The usual reaction to major accounting-based corporate collapses is that they are ‘one-offs’. When the truth comes out, it is relatively easy to understand the methods and motives of the bad guys, and yet it always seems surprising that auditors and regulatory watchdogs did not spot the malpractice and stop it earlier. Let us take a brief look back at the major accounting shocks of the past 20 years, the measures taken to prevent these scandals recurring, and then assess the effectiveness of these measures in the light of what we know about Wirecard.
• 2001; Enron. Enron had quickly (it was formed in 1985) become a USD 60 billion business trading gas, electricity and other energy contracts using derivatives and other sophisticated financial instruments. In 2000 Enron was feted by Fortune as the USA’s “most innovative corporation”. However, its practices of hiding debt in off balance sheet companies and manipulating the mark-to-market valuations of its assets and liabilities were simply waived through by auditors Arthur Andersen. The motivation of senior management was to drive up the share price at one point as high as seven times book value. Enron filed for bankruptcy when its tiny cash position and substantial debts came to light. The response of the government was the Sarbanes-Oxley Act, which increased penalties for false disclosures and board oversight failings.
• 2002; WorldCom. Again, seeking to drive up the share price, for three years the CEO Bernie Ebbers inflated earnings by fraudulent accounting entries. The malpractice was discovered and called out by internal audit. Given that Arthur Andersen were again the auditors and the illegal activity involved accounting rules again (in this case falsely reporting operating expenditure as capital, enabling it to be spread over several years thus inflating current profits), this scandal also fed in to the Sarbanes-Oxley Act.
• 2008; Madoff Scandal. Investigative journalist Erin Arvedlund believes that for perhaps 40 years Bernie Madoff never actually made any trades or investments, he simply spent the estimated USD 20 billion of funds that he received from those who believed they were ‘investing’. Despite the efforts of a qualified industry executive, Harry Markopolous, who alerted the Securities and Exchange Commission to the fraud on multiple occasions from 2000 onwards, the regulator made perfunctory inquiries only. The fraud was only investigated when the Madoff family decided to confess and called the police and FBI in 2008. The regulatory response was to ramp up SEC enforcement powers.
The case of Wirecard
Concerns regarding Wirecard were raised back in 2008. Profits looked too good to be true. Yet, critics were met with a regulatory crackdown. One was jailed for market manipulation because he had failed to disclose his short position. Over the next ten years, Wirecard expanded its payment processing and card issuing services supposedly into multiple countries, with the proceeds of its Asian activities funnelled into two Philippines banks.
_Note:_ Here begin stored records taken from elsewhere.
/**
 * The linkage file: Loci's own versioned JSON form of one linkage (a `Linkage` of
 * src/core/linkage/model.ts plus a name), validated once here at the boundary.
 *
 *   { "format": "loci-linkage", "version": 1, "name": "…", "units": "mm",
 *     "joints": [...], "bodies": [...], "sliders": [...], "points": [...], "driver": {...} }
 *
 * Reading runs four stages, each stopping on failure so one mistake gives one message:
 * the envelope (`format`, `version`), forward migration to the current version, the
 * schema (every field's type and range), then `compile`, whose issues (unknown ids, a
 * body with one joint, mobility, a reference pose that breaks its own constraints) come
 * back in the same `{ path, message }` shape. Before them the text's length, and before
 * the schema the number of joints, bodies, points and sliders, are held to their limits
 * (model.ts), so a huge file is refused before anything is built from it; a list of
 * issues is cut at MAX_LISTED_ISSUES, with a count of the rest.
 */
import * as z from 'zod';
import { parseJsonText } from './jsonText';
import { capIssues, envelopeIssue, expected, formatPath, strict } from './schemaMessages';
import { compile } from '../linkage/compile';
import {
  MAX_BODIES,
  MAX_COORDINATE_MM,
  MAX_ID_LENGTH,
  MAX_JOINTS,
  MAX_POINTS,
  MAX_SLIDER_ANGLE_RAD,
  MAX_SLIDERS,
  UNPRINTABLE_ID_CHARS,
  type DriverSpec,
  type JointSpec,
  type Linkage,
  type PointSpec,
  type SliderSpec,
} from '../linkage/model';
import type { Plan } from '../linkage/plan';

export const LINKAGE_FILE_FORMAT = 'loci-linkage';
/** The version this code writes, and the newest it reads. */
export const LINKAGE_FILE_VERSION = 1;

/** One problem with a linkage file: where (`joints[2].x`, or '' for the whole file) and what was expected. */
export interface LinkageFileIssue {
  readonly path: string;
  readonly message: string;
}

/**
 * Largest linkage file, in characters: a linkage at every count limit of model.ts, with
 * ids of full length and pretty-printed, takes about 2 M. The text is refused before
 * JSON.parse builds anything from it.
 */
export const MAX_LINKAGE_FILE_CHARS = 8_000_000;
/** Characters of the file's name, which the report prints. */
export const MAX_NAME_LENGTH = 200;

export type ParseLinkageFileResult =
  | { readonly ok: true; readonly linkage: Linkage; readonly name?: string }
  | { readonly ok: false; readonly issues: readonly LinkageFileIssue[] };

/** As ParseLinkageFileResult, with the plan the check compiled, for a caller that runs it. */
export type ReadLinkageFileResult =
  | { readonly ok: true; readonly linkage: Linkage; readonly name?: string; readonly plan: Plan }
  | { readonly ok: false; readonly issues: readonly LinkageFileIssue[] };

// ---------------------------------------------------------------------------------
// Schema, version 1

const COORDINATE_RANGE = `a finite number in mm within ±${MAX_COORDINATE_MM} mm (1 km, the coordinate limit)`;
const mm = () => z.number({ error: expected('a finite number in mm') })
  .min(-MAX_COORDINATE_MM, { error: expected(COORDINATE_RANGE) }).max(MAX_COORDINATE_MM, { error: expected(COORDINATE_RANGE) });
/** A string of `min` to `max` characters, none of them unprintable (model.ts). */
const text = (what: string, min: number, max: number) => {
  const message = `${what} of at most ${max} printable characters (no control or bidirectional-format characters)`;
  return z.string({ error: expected(message) }).min(min, { error: expected(message) }).max(max, { error: expected(message) })
    .refine((v) => !UNPRINTABLE_ID_CHARS.test(v), { error: expected(message) });
};
const id = (what: string) => text(what, 1, MAX_ID_LENGTH);


const jointSchema = strict('a joint { "id", "x", "y", "ground"? }', {
  id: id('a non-empty joint id string'),
  x: mm(),
  y: mm(),
  ground: z.boolean({ error: expected('true or false') }).optional(),
});

const bodySchema = strict('a body { "id", "joints" }', {
  id: id('a non-empty body id string'),
  joints: z.array(id('a joint id string'), { error: expected('an array of joint ids') })
    .max(MAX_JOINTS, { error: expected(`an array of at most ${MAX_JOINTS} joint ids (the most joints a linkage has)`) }),
});

const sliderSchema = strict('a slider { "joint", "body", "angle", "through"? }', {
  joint: id('a joint id string'),
  body: id('a body id string (or "ground")'),
  angle: z.number({ error: expected('a finite number in radians within ±2π (the line direction)') })
    .min(-MAX_SLIDER_ANGLE_RAD).max(MAX_SLIDER_ANGLE_RAD),
  through: strict('a point { "x", "y" } in mm', { x: mm(), y: mm() }).optional(),
});

const pointSchema = strict('a point { "id", "body", "x", "y" }', {
  id: id('a non-empty point id string'),
  body: id('a body id string'),
  x: mm(),
  y: mm(),
});

const driverKinds = 'a driver kind, "rotation" or "length"';
const driverSchema = z.discriminatedUnion(
  'kind',
  [
    strict('a rotation driver { "kind", "body", "pivot", "tip" }', {
      kind: z.literal('rotation', { error: expected(driverKinds) }),
      body: id('the id of the driven body'),
      pivot: id('the id of the ground joint it turns about'),
      tip: id('the id of another joint of the driven body'),
    }),
    strict('a length driver { "kind", "from", "to" }', {
      kind: z.literal('length', { error: expected(driverKinds) }),
      from: id('a joint id string'),
      to: id('a joint id string'),
    }),
  ],
  { error: expected(driverKinds) },
);

const fileShape = {
  format: z.literal(LINKAGE_FILE_FORMAT, { error: expected(`"${LINKAGE_FILE_FORMAT}"`) }),
  version: z.literal(LINKAGE_FILE_VERSION, { error: expected(`${LINKAGE_FILE_VERSION}`) }),
  name: text('a name string', 0, MAX_NAME_LENGTH).optional(),
  units: z.literal('mm', { error: expected('"mm" (lengths are in millimetres; angles in radians)') }),
  joints: z.array(jointSchema, { error: expected('an array of joints') }),
  bodies: z.array(bodySchema, { error: expected('an array of bodies') }),
  sliders: z.array(sliderSchema, { error: expected('an array of sliders') }).optional(),
  points: z.array(pointSchema, { error: expected('an array of points') }).optional(),
  driver: driverSchema,
};
const linkageFileV1Schema = strict('a linkage file', fileShape);

/** A linkage file of the current version, as written by `toLinkageFile`. */
export type LinkageFileV1 = z.infer<typeof linkageFileV1Schema>;

// ---------------------------------------------------------------------------------
// Envelope and migration

type Doc = Record<string, unknown>;

/**
 * Forward migrations keyed on the version they read: `MIGRATIONS[v]` turns a version-v
 * document into version v + 1. Version 1 is the first, so there are none yet; a
 * version 2 adds `1: (doc) => …` here and bumps LINKAGE_FILE_VERSION.
 */
const MIGRATIONS: Readonly<Partial<Record<number, (doc: Doc) => Doc>>> = {};

/**
 * Brings a document of any version this code knows up to LINKAGE_FILE_VERSION. Rejects
 * a file that is not a linkage file, a version that is not a whole number ≥ 1, and a
 * version newer than this code reads.
 */
export function migrateLinkageFile(
  json: unknown,
): { readonly ok: true; readonly doc: Doc } | { readonly ok: false; readonly issues: readonly LinkageFileIssue[] } {
  const wrong = envelopeIssue(json, LINKAGE_FILE_FORMAT, 'linkage file', LINKAGE_FILE_VERSION);
  if (wrong !== null) return fail(wrong.path, wrong.message);
  const version = (json as Doc).version as number;
  let doc = json as Doc;
  for (let v = version; v < LINKAGE_FILE_VERSION; v++) {
    const step = MIGRATIONS[v];
    if (!step) throw new Error(`linkage file: no migration from version ${v}`);
    doc = step(doc);
  }
  return { ok: true, doc };
}

function fail(path: string, message: string): { ok: false; issues: LinkageFileIssue[] } {
  return { ok: false, issues: [{ path, message }] };
}

// ---------------------------------------------------------------------------------
// Reading and writing

/** Parses the text of a linkage file: JSON first, then as `parseLinkageFile`. */
export function parseLinkageFileText(text: string): ParseLinkageFileResult {
  return withoutPlan(readLinkageFileText(text));
}

/** As parseLinkageFileText, keeping the compiled plan (`loci analyze` runs it). */
export function readLinkageFileText(text: string): ReadLinkageFileResult {
  if (text.length > MAX_LINKAGE_FILE_CHARS) {
    return fail('', `the file has ${text.length} characters; the limit for a linkage file is ${MAX_LINKAGE_FILE_CHARS}`);
  }
  const read = parseJsonText(text);
  return read.ok ? readLinkageFile(read.json) : fail('', read.message);
}

function withoutPlan(read: ReadLinkageFileResult): ParseLinkageFileResult {
  if (!read.ok) return read;
  return read.name === undefined ? { ok: true, linkage: read.linkage } : { ok: true, linkage: read.linkage, name: read.name };
}

/**
 * Validates a parsed linkage file and compiles the linkage it describes. On success the
 * linkage is a fresh copy that compiles; on failure every issue names its field.
 */
export function parseLinkageFile(json: unknown): ParseLinkageFileResult {
  return withoutPlan(readLinkageFile(json));
}

/** As parseLinkageFile, keeping the compiled plan. */
export function readLinkageFile(json: unknown): ReadLinkageFileResult {
  const migrated = migrateLinkageFile(json);
  if (!migrated.ok) return migrated;
  const tooMany = countIssues(migrated.doc);
  if (tooMany.length > 0) return { ok: false, issues: tooMany };

  const parsed = linkageFileV1Schema.safeParse(migrated.doc);
  if (!parsed.success) {
    return listed(parsed.error.issues.map((issue) => ({ path: formatPath(issue.path), message: issue.message })));
  }

  const linkage = linkageFromFile(parsed.data);
  const compiled = compile(linkage);
  if (!compiled.ok) return listed(compiled.issues.map((issue) => ({ path: issue.where, message: issue.message })));
  const plan = compiled.plan;
  return parsed.data.name === undefined ? { ok: true, linkage, plan } : { ok: true, linkage, name: parsed.data.name, plan };
}

/** The count limits, checked before the schema looks at a single element. */
function countIssues(doc: Doc): LinkageFileIssue[] {
  const issues: LinkageFileIssue[] = [];
  const limits = [['joints', MAX_JOINTS], ['bodies', MAX_BODIES], ['points', MAX_POINTS], ['sliders', MAX_SLIDERS]] as const;
  for (const [field, max] of limits) {
    const value = doc[field];
    if (Array.isArray(value) && value.length > max) {
      issues.push({ path: field, message: `the file has ${value.length} ${field}; the limit is ${max}` });
    }
  }
  return issues;
}

/** An issue list of readable length. */
function listed(issues: readonly LinkageFileIssue[]): { ok: false; issues: LinkageFileIssue[] } {
  return { ok: false, issues: capIssues(issues, (rest) => ({ path: '', message: `and ${rest} more problem${rest === 1 ? '' : 's'}` })) };
}

/** The linkage file of a linkage, ready for `JSON.stringify`. Copies everything it keeps. */
export function toLinkageFile(linkage: Linkage, name?: string): LinkageFileV1 {
  const file: LinkageFileV1 = {
    format: LINKAGE_FILE_FORMAT,
    version: LINKAGE_FILE_VERSION,
    ...(name === undefined ? {} : { name }),
    units: 'mm',
    joints: linkage.joints.map(copyJoint),
    bodies: linkage.bodies.map((b) => ({ id: b.id, joints: [...b.joints] })),
    ...(linkage.sliders && linkage.sliders.length > 0 ? { sliders: linkage.sliders.map(copySlider) } : {}),
    ...(linkage.points && linkage.points.length > 0 ? { points: linkage.points.map(copyPoint) } : {}),
    driver: copyDriver(linkage.driver),
  };
  return file;
}

function linkageFromFile(file: LinkageFileV1): Linkage {
  return {
    joints: file.joints.map(copyJoint),
    bodies: file.bodies.map((b) => ({ id: b.id, joints: [...b.joints] })),
    ...(file.sliders ? { sliders: file.sliders.map(copySlider) } : {}),
    ...(file.points ? { points: file.points.map(copyPoint) } : {}),
    driver: copyDriver(file.driver),
  };
}

function copyJoint(j: JointSpec): JointSpec {
  return j.ground === undefined ? { id: j.id, x: j.x, y: j.y } : { id: j.id, x: j.x, y: j.y, ground: j.ground };
}

function copySlider(s: SliderSpec): SliderSpec {
  return s.through === undefined
    ? { joint: s.joint, body: s.body, angle: s.angle }
    : { joint: s.joint, body: s.body, angle: s.angle, through: { x: s.through.x, y: s.through.y } };
}

function copyPoint(p: PointSpec): PointSpec {
  return { id: p.id, body: p.body, x: p.x, y: p.y };
}

function copyDriver(d: DriverSpec): DriverSpec {
  return d.kind === 'rotation'
    ? { kind: 'rotation', body: d.body, pivot: d.pivot, tip: d.tip }
    : { kind: 'length', from: d.from, to: d.to };
}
The respected FT Alphaville raised red flags from 2015: Wirecard was claiming far greater revenues from payments processing than its competitors. Despite these high revenues its core operations were lossmaking, but its claimed Asian operations more than offset these losses and were key to its success story. FT Alphaville cranked up the heat again in early 2019:
“The FT reports that half of Wirecard’s business is actually outsourced, with the payments processing handled by partners who pay Wirecard a commission. Attempting to visit some of these Wirecard partners in the Philippines, the FT instead discovers a retired seaman and his family, who are bemused to learn that their house is supposedly the site of an international payments business.”
The German Financial Regulator (BaFin) responded by prohibiting short selling, and aggressively investigating FT Alphaville in the hope of discovering evidence of market manipulation. In the meantime, the company published its 2018 accounts which allowed the share price to rise by 300% giving a market cap of about Euro 20 bln. The Philippines accounts turned out to be fake, and euros 1.9 billion was missing.
The EU also launched an investigation into BaFin’s regulation of Wirecard. Carsten Block, the Chief Investment Officer of US short seller Muddy Waters, described BAFIN:
“BaFin has just been atrocious, and not just on Wirecard…Every single public critic of a public company in recent years has been put under criminal investigation in Germany. I look at BaFin as Wirecard’s most powerful accomplice imaginable.”
The present system of regulation in Germany and other parts of Europe has merely emboldened auditors to regard managers, rather than stakeholders in corporations, as their clients, and in Wirecard’s case the consequences look regrettably similar to the Enron/Arthur Andersen story. The general public mistakenly believe that auditing is intended to uncover fraud. Far from this, auditors are expected to accept management’s prepared accounts as genuine and auditing is a mere spot checking exercise. In this light it is somewhat surprising that Ernst and Young (EY) actually telephoned the two Philippines banks and thus uncovered the fraud. But why did they not do this when concerns were first raised twelve years ago? Furthermore, EY’s sign off on high valuations of intangible assets such as ‘customer relationships’ has only increased skepticism of IFRS[[ International Financial Reporting Standards]] “fair value” accounting standards.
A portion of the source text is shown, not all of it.